The recent series of significant hacks to Marriott, Target, Anthem, Home Depot, and other businesses make it clear that there is now another inevitable event to add to death and taxes, namely intrusions to businesses’ on-line databases of their customers’ personal information. These intrusions include outside vigilante hackers who are simply trying to sell their services and then try to incite the government or private plaintiffs to assert damage claims against the targeted businesses from the exploited vulnerabilities. To counteract the inevitability of such intrusions, cyber-security providers and insurance companies are now considering offering a new product that would combine guarding against unwanted intrusions with guaranteed coverage for the cost of the inevitable hack.
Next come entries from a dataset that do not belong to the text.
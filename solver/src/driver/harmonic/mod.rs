//! Harmonic stages: the dynamic stiffness of a preloaded part.
//!
//! After the static stages, the model vibrates with small amplitudes about
//! the converged state (contact, follower pressures and held inserts as
//! they are there). The motions of the harmonic stage give displacement
//! amplitudes; every other prescribed dof stays held. Linearised about the
//! preload, the equations at angular frequency ω = 2π f are
//! `K*(ω) x = −K*_fp(ω) a` on the free dofs, with the complex tangent
//!
//! ```text
//! K*(ω) = K_rest + g*(ω) K_iso,   g*(ω) = g∞ + Σ gᵢ iωτᵢ / (1 + iωτᵢ)
//! ```
//!
//! where K_iso is the isochoric material stiffness of the viscoelastic
//! materials (instantaneous moduli, at the converged stresses and history)
//! and K_rest everything else: volumetric and geometric stiffness, elastic
//! materials, contact and load stiffness. This is the frequency-domain form
//! of the Prony series in standard linear viscoelasticity (J.D. Ferry,
//! 1980, "Viscoelastic Properties of Polymers", 3rd ed., Wiley, ch. 3;
//! N.W. Tschoegl, 1989, "The Phenomenological Theory of Linear Viscoelastic
//! Behavior", Springer), applied to the perturbation of the internal
//! variables of the finite-strain model (see [`crate::material::viscoelastic`]).
//! Each material scales by its own series: the storage tangent K′ is
//! assembled with `TangentKind::Storage(ω)`, the loss tangent K″ as the
//! assembly with `Loss(ω)` minus the one `Without` the isochoric material
//! stiffness ([`crate::material::TangentKind`]).
//!
//! The complex stiffness of a driven set in a component is the sum of its
//! nodes' reaction amplitudes in that component over its amplitude. The
//! reactions come from the element tangents; contact or follower pressure
//! acting on the driven nodes themselves is not included. Inserts may be
//! driven, loaded or free in the vibration ([`inserts`]); the complex
//! stiffness of an insert component is the amplitude of the force (or
//! moment) it applies to the rubber over its motion's amplitude (length, or
//! radians).

mod block;
mod inserts;

use std::f64::consts::TAU;

use crate::assembly::assembler::Outputs;
use crate::assembly::dofs::NONE;
use crate::assembly::global::GlobalSystem;
use crate::assembly::{Assembler, Discretization, DofMap, Pattern, PointHistories};
use crate::contact::active::ActiveContacts;
use crate::error::SolveError;
use crate::insert::Inserts;
use crate::load::fluid::Fluids;
use crate::load::follower::add_pressure;
use crate::material::TangentKind;
use crate::results::{DynamicResult, DynamicStiffness};
use block::BlockSystem;
use inserts::{Complex, Component, Role};

use super::stages::StageProgram;

/// One driven set and component: its nodes and amplitude.
struct Driven {
    set: String,
    component: usize,
    nodes: Vec<usize>,
    amplitude: f64,
}

/// The amplitudes of a harmonic stage: the prescribed amplitude at every
/// dof (motions and driven insert components), the prescribed flags of the
/// vibration, the driven sets, the vibrating insert components and the unit
/// node motion of each free one.
struct Drive {
    amplitude: Vec<f64>,
    prescribed: Vec<bool>,
    driven: Vec<Driven>,
    components: Vec<Component>,
    free_motions: Vec<Vec<f64>>,
}

impl Drive {
    fn new(disc: &Discretization, si: usize, held: &[bool], bodies: &Inserts) -> Result<Self, SolveError> {
        let stage = &disc.model.stages[si];
        let dim = disc.dim;
        let mut prescribed = held.to_vec();
        let mut amplitude = vec![0.0; prescribed.len()];
        let mut driven = Vec::new();
        for m in &stage.motions {
            let nodes = disc.mesh().nodes_of_set(&m.set).ok_or_else(|| harmonic_error(stage, format!("no set named `{}`", m.set)))?;
            for (component, value) in m.displacement.iter().enumerate().take(dim) {
                let Some(a) = *value else { continue };
                for &n in &nodes {
                    prescribed[n * dim + component] = true;
                    amplitude[n * dim + component] = a;
                }
                if a != 0.0 {
                    driven.push(Driven { set: m.set.clone(), component, nodes: nodes.clone(), amplitude: a });
                }
            }
        }
        let components = inserts::components(stage, bodies);
        let mut weights = vec![0.0; amplitude.len()];
        let mut free_motions = Vec::new();
        for c in &components {
            match c.role {
                Role::Driven(a) => bodies.add_component_vectors(c.body, c.k, a, &mut amplitude, &mut weights),
                Role::Free(_) => {
                    let mut unit = vec![0.0; amplitude.len()];
                    bodies.add_component_vectors(c.body, c.k, 1.0, &mut unit, &mut weights);
                    free_motions.push(unit);
                }
            }
        }
        if driven.is_empty() && !components.iter().any(|c| c.reported()) {
            return Err(harmonic_error(stage, "no motion or insert with a non-zero amplitude drives it".into()));
        }
        Ok(Drive { amplitude, prescribed, driven, components, free_motions })
    }

    /// The load cases: the prescribed amplitude, then each free component's unit motion.
    fn cases(&self) -> Vec<&[f64]> {
        std::iter::once(self.amplitude.as_slice()).chain(self.free_motions.iter().map(Vec::as_slice)).collect()
    }

    /// Insert coordinates of load case `case` (complex, one per component).
    fn coordinates(&self, case: usize) -> Vec<Complex> {
        let mut free = 0;
        self.components
            .iter()
            .map(|c| match c.role {
                Role::Driven(a) => (if case == 0 { a } else { 0.0 }, 0.0),
                Role::Free(_) => {
                    free += 1;
                    (if case == free { 1.0 } else { 0.0 }, 0.0)
                }
            })
            .collect()
    }
}

impl Component {
    /// Whether its complex stiffness is reported: a non-zero motion or force amplitude.
    fn reported(&self) -> bool {
        match self.role {
            Role::Driven(a) | Role::Free(a) => a != 0.0,
        }
    }
}

fn harmonic_error(stage: &crate::model::Stage, reason: String) -> SolveError {
    SolveError::Harmonic { stage: stage.name.clone(), reason }
}

/// The parts of the converged state a harmonic stage linearises about.
pub struct Preload<'r> {
    /// Converged displacement (all dofs).
    pub u: &'r [f64],
    /// Contact with the rigid bodies held where the last stage left them.
    pub contacts: &'r mut ActiveContacts,
    /// Fluids with their last wetted front.
    pub fluids: &'r Fluids,
    /// Inserts at their converged position (their modes those of the last static stage).
    pub inserts: &'r Inserts,
    /// Converged history of the integration points.
    pub history: &'r mut PointHistories,
}

/// One assembled tangent of the vibration with its load `−K_fp a`.
struct Assembled {
    k: Vec<f64>,
    skew: Vec<(usize, f64)>,
    rhs: Vec<f64>,
}

/// Assembles the tangents of the vibration about the preload.
struct Tangents<'s, 'r> {
    disc: &'s Discretization<'s>,
    prog: &'s StageProgram,
    dofs: &'s DofMap,
    pattern: &'s Pattern,
    preload: Preload<'r>,
    assembler: Assembler,
    /// Internal forces at the preload (written by every assembly).
    scratch: Vec<f64>,
}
The product would basically warrant that there will be no damaging access or release of on-line data, and would provide a specified but limited payment to compensate for any damages should an intrusion and/or release of data nonetheless occur.
Numerous insurance companies already offer some type of high-limit coverage for cyber intrusions, but these policies have significant premiums and contain numerous exclusions for insureds’ not taking proper precautions, as well as for various other issues including losses incurred through a breach of contract. Several of these coverage exclusions seem to be headed to the Supreme court for resolution. In the meantime, however, the combined product would provide a service to guard against intrusions that is guaranteed to meet the coverage standards of the insurance company, a correction of any incursion, and a limited payment if the implemented security safeguards are breached and the insured incurs third-party liability. There would be no need to worry about coverage under this type of policy because the security provider is paying the guaranteed amount if there is an incursion and exposure of personal data. The security company would also provide the remediation of any gaps in the insured’s system security.
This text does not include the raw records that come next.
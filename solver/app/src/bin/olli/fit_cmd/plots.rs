//! Pictures of a fit, drawn with the shared [`olli_app::plot`] line charts:
//! for each model the data of every test with its fitted curve
//! (`fit-<model>.png|svg`), for each test the data with every model's curve
//! (`compare-<test>.png|svg`, when several models were fitted), and the
//! volumetric test with its bulk-modulus fit (`volumetric.png|svg`).

use std::path::{Path, PathBuf};

use olli_app::plot::{self, Axis, Corner, Format, LineChart, PlotError, Series};
use olli_solver::fit::{DataPoint, FitResult};
use olli_solver::material::homogeneous::Mode;
use olli_solver::material::incompressible::nominal_stress;

use super::report::modes_in;
use super::Outcome;

/// Points of each fitted curve.
const CURVE_POINTS: usize = 120;

fn x_axis(modes: &[Mode]) -> Axis {
    if modes == [Mode::SimpleShear] {
        Axis::new("principal stretch (simple shear)", "")
    } else {
        Axis::new("stretch", "")
    }
}

fn y_axis(unit: &str) -> Axis {
    Axis::new("nominal stress", unit)
}

fn data_series(data: &[DataPoint], mode: Mode, group: usize) -> Series {
    let pts = data.iter().filter(|p| p.mode == mode).map(|p| (p.stretch, p.nominal_stress)).collect();
    Series::points(format!("{} data", mode.name()), pts).in_group(group)
}

/// The model's curve over the mode's data range (and through λ = 1).
fn curve(fit: &FitResult, data: &[DataPoint], mode: Mode) -> Vec<(f64, f64)> {
    let Ok(model) = fit.model.build(&fit.constants) else { return Vec::new() };
    let s = data.iter().filter(|p| p.mode == mode).map(|p| p.stretch);
    let lo = s.clone().fold(1.0f64, f64::min);
    let hi = s.fold(1.0f64, f64::max);
    (0..CURVE_POINTS)
        .map(|i| lo + (hi - lo) * i as f64 / (CURVE_POINTS - 1) as f64)
        .map(|l| (l, nominal_stress(model.as_ref(), mode, l).unwrap_or(f64::NAN)))
        .collect()
}

fn write_both(chart: &LineChart, dir: &Path, stem: &str, written: &mut Vec<PathBuf>) -> Result<(), PlotError> {
    for format in [Format::Png, Format::Svg] {
        let path = dir.join(format.file_name(stem));
        plot::write(chart, &path, format)?;
        written.push(path);
    }
    Ok(())
}

/// Draws every picture into `dir` (created if missing); returns the files written.
pub fn write_all(
    dir: &Path,
    data: &[DataPoint],
    volumetric: Option<&(Vec<DataPoint>, Vec<f64>)>,
    outcomes: &[Outcome],
    ranked: &[usize],
    stress_unit: &str,
) -> Result<Vec<PathBuf>, PlotError> {
    std::fs::create_dir_all(dir).map_err(|source| PlotError::Write { path: dir.to_path_buf(), source })?;
    let modes = modes_in(data);
    let mut written = Vec::new();
    for &i in ranked {
        let Ok(fit) = &outcomes[i].result else { continue };
        let label = &outcomes[i].label;
        let mut chart = LineChart::new(format!("{label} fitted to {} tests", modes.len()), x_axis(&modes), y_axis(stress_unit));
        chart.legend = Corner::UpperLeft;
        for (g, &mode) in modes.iter().enumerate() {
            chart = chart
                .with_series(data_series(data, mode, g))
                .with_series(Series::line(format!("{} {label}", mode.name()), curve(fit, data, mode)).in_group(g));
        }
        write_both(&chart, dir, &format!("fit-{label}"), &mut written)?;
    }
    if ranked.len() > 1 {
        for &mode in &modes {
            let mut chart = LineChart::new(format!("{}: models compared", mode.name()), x_axis(&[mode]), y_axis(stress_unit));
            chart = chart.with_series(data_series(data, mode, 0));
            for (g, &i) in ranked.iter().enumerate() {
                if let Ok(fit) = &outcomes[i].result {
                    chart = chart.with_series(Series::line(outcomes[i].label.clone(), curve(fit, data, mode)).in_group(g + 1));
                }
            }
            write_both(&chart, dir, &format!("compare-{}", mode.name()), &mut written)?;
        }
    }
    if let Some((d, predicted)) = volumetric {
        let mut fitted: Vec<(f64, f64)> = d.iter().map(|p| p.stretch).zip(predicted.iter().copied()).collect();
        fitted.sort_by(|a, b| a.0.total_cmp(&b.0));
        let chart = LineChart::new("volumetric test and bulk modulus fit", Axis::new("linear stretch J^(1/3)", ""), y_axis(stress_unit))
            .with_series(data_series(d, Mode::Volumetric, 0))
            .with_series(Series::line("volumetric fit", fitted).in_group(0));
        write_both(&chart, dir, "volumetric", &mut written)?;
    }
    Ok(written)
}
Most security incursions result in little actual out-of-pocket documented damages to the customers whose data is exposed, but the cost of defending lawsuits and implementing safeguards such as new credit and debit cards, new passports, and identity-theft monitoring provided to the customers whose data was subject to a breach can mount up quickly. The combined product would provide a fixed cost of guarding against a hack and an indemnity payment if one occurs at what will presumably be a lower combined price than having security provided by one firm and insurance by another. There can also be better coordination between the security provider and the insurance provider to improve prevention and lower the cost of remediation. It will be interesting to see how these products, if implemented, roll out and whether they can better prevent intrusions and lower the cost of putting everything back together and compensating the victims. Particularly for businesses that do not already have a security or a cyber-insurance provider, these combined products may well be interesting and have lower cost than separate products. These products would also seem to be especially suited for the healthcare industry where HIPPA provides even more stringent penalties for intrusions and improper protection of patient data.
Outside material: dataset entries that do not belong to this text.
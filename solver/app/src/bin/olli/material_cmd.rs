//! `olli material`: the homogeneous responses of one material — uniaxial,
//! equibiaxial, planar, simple shear, volumetric — over a stretch range,
//! printed as tables, optionally written as CSV, with the Drucker stability
//! of each mode.
//!
//! The material comes from the `[material]` table of a TOML file or from
//! `--model`/`--param` options (see [`spec`]). The numbers come from the
//! library ([`olli_solver::material::homogeneous`] and
//! [`olli_solver::material::stability`]); this module only reads input and
//! writes output. Exit codes: 0 success, 2 bad input or unwritable output.

mod memory_plots;
mod output;
mod plots;
mod spec;

use std::path::PathBuf;
use std::process::ExitCode;

use olli_solver::material::homogeneous::{sweep, Mode, Settings};
use olli_solver::material::stability::check_mode;
use spec::MaterialSpec;

#[derive(clap::Args)]
#[command(
    after_help = "Examples:\n  olli material examples/materials/soft-nr.toml --mode uniaxial --stretch 0.5:3:26 --csv nr.csv\n  olli material --model eight-chain --param shear_modulus=0.6 --param locking_stretch=5 --param bulk_modulus=1000"
)]
pub struct Args {
    /// TOML file holding one `[material]` table (keys: model, shear_modulus, c10, c01, c20, c30,
    /// locking_stretch, extensibility_limit, mu = [..], alpha = [..], bulk_modulus or poisson_ratio,
    /// volumetric).
    #[arg(required_unless_present = "model", conflicts_with = "model")]
    pub file: Option<PathBuf>,
    /// Model, instead of a file: neo-hookean, mooney-rivlin, yeoh, eight-chain, gent or ogden.
    #[arg(long)]
    pub model: Option<String>,
    /// A constant of the `--model`, as NAME=VALUE (repeat for each constant; Ogden's mu and
    /// alpha once per term, in term order).
    #[arg(long = "param", value_name = "NAME=VALUE", requires = "model")]
    pub params: Vec<String>,
    /// Volumetric law with `--model`: quadratic, logarithmic or simo-taylor.
    #[arg(long, default_value = "quadratic", requires = "model")]
    pub volumetric: String,
    /// Deformation mode(s) to compute.
    #[arg(long, default_value = "all",
          value_parser = ["uniaxial", "equibiaxial", "planar", "simple-shear", "volumetric", "all"])]
    pub mode: String,
    /// Stretch range MIN:MAX:N (N evenly spaced points). Simple shear uses its principal
    /// stretch λ (amount of shear γ = λ − 1/λ); volumetric uses the linear stretch J^(1/3).
    #[arg(long, default_value = "0.5:3:26", value_name = "MIN:MAX:N")]
    pub stretch: String,
    /// Write every point of every mode to this CSV file.
    #[arg(long, value_name = "OUT.csv")]
    pub csv: Option<PathBuf>,
    /// Draw the responses (nominal stress against stretch, stability limits marked) into this folder.
    #[arg(long, value_name = "DIR")]
    pub plots: Option<PathBuf>,
    /// Picture format with `--plots`.
    #[arg(long, value_enum, default_value = "png", requires = "plots")]
    pub format: olli_app::plot::Format,
}

/// Bad `--stretch` text.
#[derive(Debug, thiserror::Error)]
#[error("option --stretch `{text}`: {reason}")]
pub struct StretchError {
    text: String,
    reason: &'static str,
}

/// The stretches of `MIN:MAX:N`.
fn parse_stretch(text: &str) -> Result<Vec<f64>, StretchError> {
    let bad = |reason| StretchError { text: text.to_string(), reason };
    let parts: Vec<&str> = text.split(':').collect();
    let [min, max, n] = parts[..] else {
        return Err(bad("expected MIN:MAX:N, e.g. 0.5:3:26"));
    };
    let min: f64 = min.trim().parse().map_err(|_| bad("MIN is not a number"))?;
    let max: f64 = max.trim().parse().map_err(|_| bad("MAX is not a number"))?;
    let n: usize = n.trim().parse().map_err(|_| bad("N is not a whole number"))?;
    if !(min.is_finite() && min > 0.0) {
        return Err(bad("MIN must be a positive stretch"));
    }
    if !(max.is_finite() && max > min) {
        return Err(bad("MAX must be finite and greater than MIN"));
    }
    if !(2..=100_000).contains(&n) {
        return Err(bad("N must be between 2 and 100000"));
    }
    Ok((0..n).map(|i| min + (max - min) * i as f64 / (n - 1) as f64).collect())
}

fn fail(message: impl std::fmt::Display) -> ExitCode {
    eprintln!("error: {message}");
    ExitCode::from(2)
}

pub fn run(args: Args) -> ExitCode {
    // clap guarantees a file or --model (not both).
    let spec = match &args.file {
        Some(path) => MaterialSpec::from_file(path),
        None => MaterialSpec::from_options(args.model.as_deref().unwrap_or_default(), &args.params, &args.volumetric),
    };
    let spec = match spec {
        Ok(s) => s,
        Err(e) => return fail(e),
    };
    let material = match spec.build() {
        Ok(m) => m,
        Err(e) => return fail(e),
    };
    let stretches = match parse_stretch(&args.stretch) {
        Ok(s) => s,
        Err(e) => return fail(e),
    };
    let modes: Vec<Mode> = match Mode::from_name(&args.mode) {
        Some(m) => vec![m],
        None => Mode::ALL.to_vec(),
    };

    let settings = Settings::default();
    let mut results = Vec::new();
    for mode in modes {
        let (points, stops) = sweep(&material, mode, &stretches, &settings);
        let stability = check_mode(&material, mode, &stretches, &settings);
        results.push(output::ModeResult { mode, points, stops, stability });
    }
    output::print_report(&spec, &material, &results);
    if let Some(path) = &args.csv {
        if let Err(e) = output::write_csv(path, &material, &results) {
            return fail(format_args!("{}: cannot write CSV: {e}", path.display()));
        }
        println!("wrote {}", path.display());
    }
    if let Some(dir) = &args.plots {
        match plots::write_plots(dir, &spec.describe(), &results, args.format) {
            Ok(files) => files.iter().for_each(|f| println!("wrote {}", dir.join(f).display())),
            Err(e) => return fail(e),
        }
        match memory_plots::write_memory_plots(dir, &spec.describe(), &material, args.format) {
            Ok(files) => files.iter().for_each(|f| println!("wrote {}", dir.join(f).display())),
            Err(e) => return fail(e),
        }
    }
    ExitCode::SUCCESS
}
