//! Arc-length control of a stage driven by loads: Crisfield's cylindrical
//! arc-length method (M. A. Crisfield 1981, "A fast incremental/iterative
//! solution procedure that handles snap-through", Computers & Structures
//! 13:55–62), which follows the equilibrium path past limit points where
//! the load factor must fall.
//!
//! The load factor t (stage fraction) is an unknown of each increment, and
//! the increment's change of the free displacements Δu is held on the
//! cylinder ‖Δu‖ = Δl. Every iteration solves the tangent twice, for the
//! out-of-balance force and for the load's rate q = ∂f_ext/∂t,
//! `K δu_r = −r` and `K δu_q = q`, and corrects by `δu = δu_r + δt δu_q`
//! with δt a root of `‖Δu + δu_r + δt δu_q‖² = Δl²`: of the two, the one
//! whose new Δu makes the smaller angle with the old (Crisfield's choice).
//! When the roots are complex the increment fails and the arc is cut back.
//!
//! The predictor `δt = ±Δl / ‖δu_q‖` takes the sign that continues the
//! previous increment's direction (`Δu_prev · δu_q > 0`), so the load
//! factor falls after a limit point and rises again on a stiffening branch
//! (Crisfield 1991, "Non-linear Finite Element Analysis of Solids and
//! Structures", vol. 1, §9.5; from memory). The first arc is the one whose
//! predictor changes the load factor by the stage's first increment; after
//! each increment the arc is scaled by `√(I_d / I)` (Crisfield 1981, I the
//! iterations it took, I_d the stage's `fast_iterations`), within half and
//! `growth` times, and it stays between `min / first` and `max / first`
//! times the first arc. A failed increment retries with the arc times
//! `cutback`.
//!
//! The stage ends when the load factor reaches 1 (the last increment lands
//! on it under load control) or stops the run: after `max_increments`
//! increments, or when the path comes back to no load.

use super::newton::{IncrementOutcome, NewtonContext};
use super::observer::{Event, Observer};
use super::stages::StageProgram;
use super::{Converged, Recorder};
use crate::assembly::dofs::NONE;
use crate::assembly::global::GlobalSystem;
use crate::assembly::Discretization;
use crate::contact::active::MAX_AUGMENTATIONS;
use crate::error::SolveError;
use crate::load::follower::add_pressure;
use crate::model::{Ramp, Stage};
use crate::results::SolveStats;

/// The arc of a stage: its length now, its bounds, and the direction of
/// the last converged increment.
#[derive(Debug, Clone, Default)]
struct Arc {
    /// Current arc length Δl (displacement units); 0 until the first predictor.
    length: f64,
    /// The first arc's length.
    first: f64,
    /// Displacement change of the last converged increment (free equations).
    previous: Vec<f64>,
}

/// One converged arc-length increment.
struct ArcStep {
    /// Load factor reached.
    t: f64,
    iterations: usize,
    residuals: Vec<f64>,
    energy: f64,
}
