//! Telling a limit load from an ordinary non-convergence. In a stage driven
//! only by loads (forces, pressures, fluids, body force; nothing moved),
//! the stiffness along the load path is measured per converged increment as
//! the load step per unit displacement, Δt / ‖Δu‖: the current stiffness
//! parameter of Bergan, Horrigmoe, Bråkhus and Søreide (1978, "Solution
//! techniques for non-linear finite element problems", IJNME 12:1677–1696)
//! in its load-factor form, which falls to zero at a limit point. When the
//! increment of such a stage shrinks below its minimum and that stiffness
//! has fallen below [`LIMIT_STIFFNESS_RATIO`] of its value at the first
//! increment, the stop is reported as a limit point.

use super::stages::StageProgram;
use crate::model::Stage;

/// Stiffness along the load, relative to the stage's first increment,
/// below which a load-driven stage that cannot go on has reached a limit
/// point. A rule of thumb of ours: far from a limit the ratio of a
/// softening rubber part stays well above it.
pub const LIMIT_STIFFNESS_RATIO: f64 = 0.2;

/// The stiffness along the load path of a stage so far.
#[derive(Debug, Clone, Copy, Default)]
pub struct LoadPath {
    first: Option<f64>,
    last: f64,
}

impl LoadPath {
    /// Records a converged increment of stage fraction `step` that moved
    /// the dofs from `before` to `after`.
    pub fn record(&mut self, step: f64, before: &[f64], after: &[f64]) {
        let moved = before.iter().zip(after).map(|(a, b)| (b - a) * (b - a)).sum::<f64>().sqrt();
        if moved > 0.0 && step > 0.0 {
            let s = step / moved;
            self.first.get_or_insert(s);
            self.last = s;
        }
    }

    /// The last increment's stiffness relative to the first (None before two).
    pub fn ratio(&self) -> Option<f64> {
        self.first.map(|f| self.last / f)
    }
}

/// True when the stage is driven by loads alone: no prescribed value or
/// rigid body moves during it, and some load changes.
pub fn load_driven(stage: &Stage, prog: &StageProgram, start: &[f64]) -> bool {
    let moved = prog.prescribed.iter().enumerate().any(|(d, &p)| p && prog.target[d] != start[d]);
    let loads = prog.pressures.iter().any(|p| p.start != p.end)
        || prog.dead_changes.iter().any(|(_, c)| c.iter().any(|&v| v != 0.0))
        || !stage.fluid_pressures.is_empty();
    !moved && stage.rigid_motions.is_empty() && stage.inserts.is_empty() && loads
}

/// What the stage's loads have reached at stage fraction `t`, in words
/// (the pressures by name, else the stage's loads as a whole).
pub fn loads_at(prog: &StageProgram, t: f64) -> String {
    let pressures: Vec<String> = prog
        .pressures
        .iter()
        .filter(|p| p.start != p.end)
        .map(|p| format!("pressure {:.4e} on `{}`", p.start + p.ramp.fraction(t) * (p.end - p.start), p.name))
        .collect();
    if pressures.is_empty() {
        format!("{:.4} of the stage's loads", t)
    } else {
        pressures.join(", ")
    }
}

#[cfg(test)]
mod tests {
    use super::*;

    /// A load path that softens to a tenth of its first stiffness reads as near a limit.
    #[test]
    fn stiffness_ratio_follows_the_load_per_displacement() {
        let mut path = LoadPath::default();
        assert_eq!(path.ratio(), None);
        path.record(0.1, &[0.0, 0.0], &[0.3, 0.4]); // 0.1 / 0.5
        path.record(0.01, &[0.3, 0.4], &[0.6, 0.8]); // 0.01 / 0.5
        assert!((path.ratio().unwrap() - 0.1).abs() < 1e-12);
    }
}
If a business already has both security and cyber-insurance providers, it could compare the combined cost as well as the experience in coordinating between security provider and insurance and decide whether to consider the combined product. But regardless of what product or products a business ultimately purchases, all businesses that store personal data should take reasonable precautions to protect that data, and should purchase some type of cyber insurance, whether or not it is integrated with a security service.